The proposed probe never materialized.

Dr. Maria Van Kerkhove, an epidemiologist at the WHO in Geneva, Switzerland, told Nature that the plan “has changed.”

“There is no phase two,” Van Kerkhove told the scientific journal.

“The politics across the world of this really hampered progress on understanding the origins,” she said.

In response to The Epoch Times’ request for further comments, a spokesperson for Van Kerkhove said Nature’s report was “incorrect” and that she has asked the publication for correction.

Nature has yet to issue any correction at the point of this publication.

CCP Pushback

The mere discussion of a lab escape as a possible scenario in the first phase report irritated the Chinese Communist Party (CCP) regime, which turned it into an excuse not to allow another WHO mission into Wuhan.
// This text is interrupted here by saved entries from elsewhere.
import { expect, test } from 'vitest'
import { calibrationNumberSchema, idSchema, nameFrom, nameSchema, textSchema } from '../../../../shared/schemas/common'

const accepts = (schema: { safeParse(input: unknown): { success: boolean } }, input: unknown): boolean =>
  schema.safeParse(input).success

test.each([
  ['U+0000', 'a\0b'],
  ['the first half of a surrogate pair', 'a\ud83d'],
  ['the second half', '\ude00b'],
])('text with %s is refused: the database could not store it', (_what, text) => {
  expect(accepts(nameSchema, text)).toBe(false)
  expect(accepts(textSchema(10), text)).toBe(false)
})

test('whole characters of every plane are taken', () => {
  expect(nameSchema.parse(' Kai 😀 ')).toBe('Kai 😀')
  expect(textSchema(10).parse('')).toBe('')
})

test.each([
  ['a line break', 'Ada\nBo'],
  ['a tabulator', 'Ada\tBo'],
  ['a separator of lines', 'Ada\u2028Bo'],
  ['an override of the direction of writing', 'Ada \u202eoB'],
  ['an isolate that is left open', 'Ada \u2067Bo'],
  ['nothing that can be seen', '\u200b\u00ad'],
])('a name with %s is refused', (_what, text) => {
  expect(accepts(nameSchema, text)).toBe(false)
})

test('names from right to left, with marks of their own and joined signs, are taken; text may have lines', () => {
  for (const name of ['שרה כהן', 'می\u200cخواهم', '\u200fا.\u200f', '👩\u200d🚀', 'a b'])
    expect(accepts(nameSchema, name)).toBe(true)
  expect(accepts(textSchema(10), 'a\nb')).toBe(true)
})

test.each([
  [' berths ', 'berths'],
  ['a\u202ecsv\n', 'acsv'],
  [`${'a'.repeat(119)}😀`, 'a'.repeat(119)],
  ['\u200b', ''],
])('a name is made of %j', (text, name) => {
  expect(nameFrom(text)).toBe(name)
  if (name) expect(nameSchema.parse(name)).toBe(name)
})

test('an id holds nothing that a query could stumble over', () => {
  expect(accepts(idSchema, '5e9dcbdd-8005-4971-bb06-dc071886d831')).toBe(true)
  for (const bad of ['', '\0', 'a b', "x'", 'a'.repeat(65)]) expect(accepts(idSchema, bad)).toBe(false)
})

test('calibration numbers stay within 32-bit integers', () => {
  expect(accepts(calibrationNumberSchema, 2 ** 31 - 1)).toBe(true)
  for (const bad of [0, 1.5, 2 ** 31, 1e20]) expect(accepts(calibrationNumberSchema, bad)).toBe(false)
})
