import type { Letter } from './letter'
import { oneLine } from './letter'

const dayOf = (at: Date): string =>
  at.toLocaleDateString('en-GB', { day: 'numeric', month: 'long', year: 'numeric', timeZone: 'UTC' })

/** To every member of a workspace whose deletion was asked for. */
export const deletionAskedLetter = (workspace: string, by: string, deletesAt: Date): Letter => ({
  kind: 'workspace deletion',
  subject: `${oneLine(workspace)} is to be deleted on ${dayOf(deletesAt)}`,
  parts: [
    {
      text: `${oneLine(by)} asked for the deletion of ${oneLine(workspace)}. It goes on as before until ${dayOf(deletesAt)}; then everything in it is deleted for good, and the accounts that belong to no other workspace with it.`,
    },
    { text: 'Until then any owner can export it as a file, or keep it after all.' },
  ],
  action: { label: `Open ${oneLine(workspace)}`, path: '/people/workspace' },
  because: 'you belong to this workspace',
})

/** To every member of a workspace that stays after all. */
export const deletionTakenBackLetter = (workspace: string, by: string): Letter => ({
  kind: 'workspace deletion',
  subject: `${oneLine(workspace)} stays`,
  parts: [{ text: `${oneLine(by)} took back the deletion of ${oneLine(workspace)}. Nothing was deleted.` }],
  action: { label: `Open ${oneLine(workspace)}`, path: '/' },
  because: 'you belong to this workspace',
})
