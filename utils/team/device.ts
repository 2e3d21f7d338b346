/** Names as they stand in what a browser says it is, the more special before those that it also claims to be. */
const BROWSERS: [RegExp, string][] = [
  [/\bEdg(?:e|A|iOS)?\//, 'Edge'],
  [/\b(?:OPR|Opera)\//, 'Opera'],
  [/\b(?:Firefox|FxiOS)\//, 'Firefox'],
  [/\b(?:Chrome|CriOS|Chromium|HeadlessChrome)\//, 'Chrome'],
  [/\bSafari\//, 'Safari'],
]
const SYSTEMS: [RegExp, string][] = [
  [/\biPhone\b/, 'iPhone'],
  [/\biPad\b/, 'iPad'],
  [/\bAndroid\b/, 'Android'],
  [/\bWindows\b/, 'Windows'],
  [/\bMac OS X\b|\bMacintosh\b/, 'macOS'],
  [/\bCrOS\b/, 'ChromeOS'],
  [/\bLinux\b/, 'Linux'],
]

const firstOf = (names: [RegExp, string][], userAgent: string) =>
  names.find(([pattern]) => pattern.test(userAgent))?.[1]

/** “Firefox on Linux”, as far as a browser says what it is; a program that says something else, as it says it. */
export function deviceName(userAgent: string): string {
  const browser = firstOf(BROWSERS, userAgent)
  const system = firstOf(SYSTEMS, userAgent)
  if (browser) return system ? `${browser} on ${system}` : browser
  if (system) return `A browser on ${system}`
  return userAgent.trim().slice(0, 40) || 'Unknown program'
}
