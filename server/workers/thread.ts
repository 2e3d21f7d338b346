import { move, transferableSymbol, valueSymbol } from 'piscina'
import type { Control } from '../../shared/engine/control'
import type { ThreadMessage } from './compute'
import { FLAGS } from './flags'
import { TASKS } from './tasks'

const REPORT_EVERY_SECONDS = 0.1

/** Entry of a worker thread: message → engine → result, with the buffers moved back rather than copied. */
export default async function run({ name, input, port, cancel }: ThreadMessage): Promise<unknown> {
  const flags = new Int32Array(cancel)
  Atomics.store(flags, FLAGS.begun, 1)
  const now = (): number => performance.now() / 1000
  let lastReport = -Infinity
  const control: Control<unknown> = {
    now,
    cancelled: () => Atomics.load(flags, FLAGS.stop) === 1,
    report: (progress) => {
      if (now() - lastReport < REPORT_EVERY_SECONDS) return
      lastReport = now()
      port.postMessage(progress)
    },
  }
  const task = TASKS[name] as (input: unknown, control: Control<unknown>) => unknown
  const output = await task(input, control)
  port.close()
  return move({ [transferableSymbol]: buffersOf(output), [valueSymbol]: output as object })
}

/** The distinct buffers of all typed arrays in a result of plain objects and arrays. */
function buffersOf(result: unknown): ArrayBuffer[] {
  const buffers = new Set<ArrayBuffer>()
  const visit = (part: unknown): void => {
    if (ArrayBuffer.isView(part)) {
      if (part.buffer instanceof ArrayBuffer) buffers.add(part.buffer)
    } else if (part && typeof part === 'object') Object.values(part).forEach(visit)
  }
  visit(result)
  return [...buffers]
}
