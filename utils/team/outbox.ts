import type { MailState, MailView } from '#shared/schemas/mail'
import type { MarkKind } from '../ui/parts'
import { formatCount } from '../format'
import { formatDateTime } from '../formatTime'

export const MAIL_MARKS: Record<MailState, MarkKind> = {
  waiting: 'caution',
  sent: 'passed',
  kept: 'computed',
  'given up': 'refused',
}

/** What became of a message, in a sentence. */
export function mailStanding({ state, attempts, reason, sentAt, nextAttemptAt }: MailView): string {
  if (state === 'sent') return `Taken for delivery ${formatDateTime(sentAt)}, at attempt ${attempts}.`
  if (state === 'kept') return 'There is no mail server: it was not sent, and can be read here.'
  const said = reason ? ` The last one: ${reason}` : ''
  if (state === 'given up') return `Given up after ${formatCount(attempts, 'attempt')}.${said}`
  if (attempts === 0) return 'About to be sent.'
  return `Tried ${attempts === 1 ? 'once' : `${attempts} times`}; next ${formatDateTime(nextAttemptAt)}.${said}`
}

/** The text of a message in pieces: its links lead to the pages of this installation that they are about. */
export function linkedText(text: string): { text: string; to: string | null }[] {
  return text.split(/(https?:\/\/\S+)/).map((piece, k) => ({ text: piece, to: k % 2 === 1 ? pathOf(piece) : null }))
}

const KNOWN = /^\/(?:embeddings|machines|run-sheets)\/[\w-]{1,64}$/

function pathOf(address: string): string | null {
  if (!URL.canParse(address)) return null
  const { pathname, hash } = new URL(address)
  const path = /\/(?:embeddings|machines|run-sheets)\/[\w-]+$/.exec(pathname)?.[0] ?? ''
  return KNOWN.test(path) ? path + hash : null
}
Just days after the WHO proposed a second phase investigation, the regime mounted a pushback, claiming that the lab breach hypothesis shouldn’t even be talked about, let alone be the focus of further scrutiny.

Security personnel keep watch outside the Wuhan Institute of Virology during the visit by the World Health Organization (WHO) team tasked with investigating the origins of the coronavirus disease (COVID-19), in Wuhan, Hubei Province, China, on Feb. 3, 2021. (Thomas Peter/Reuters)

The proposal, according to vice minister of China’s National Health Commission, Zeng Yixin, “did not respect common sense and violated science.” He also insisted that there wasn’t any “man-made virus” at the WIV, nor had the institute ever conducted gain-of-function experiments on the novel coronavirus.

“It is impossible for us to accept such an origin-tracing plan,” Zeng said at that time.

“We are opposed to politicizing the tracing work.”

Zeng’s comments prompted Washington to call out Beijing for its “dangerous” and “irresponsible” behavior.

“We are deeply disappointed,” said White House press secretary Jen Psaki said. “Their position is irresponsible, and frankly, dangerous. It’s not a time to be stonewalling.”

Amid the tension between China and the United States, the WHO was still seeking “directly engage” with Chinese officials and trying to establish collaborations with Chinese scientists, according to Van Kerkhove.

“We really, really want to be able to work with our colleagues there,” she told Nature. “It’s really a deep frustration.”

WHO Leadership Change

Nature’s report comes as Jeremy Farrar, a British pharmaceutical trust director involved in producing a paper arguing against the lab breach hypothesis, is set to take the helm of WHO’s science division.

According to emails obtained and publicized by independent journalist James Tobias via a Freedom of Information Act lawsuit, Farrar had been working on a draft of the paper with Dr. Anthony Fauci, who led the National Institute of Allergy and Infectious Diseases, in as early as January 2020. At one point, the two appeared to discuss whether the virus could have been put in a serial passage between animals in lab experiments and then escaped.

The paper in question, titled “The Proximal Origin of SARS-CoV-2,” was published in Nature Medicine in March 2020. It has since been widely cited by government officials—Fauci himself included—and mainstream media outlets as the scientific basis for dismissing the possibility that COVID-19 might have come out of a lab.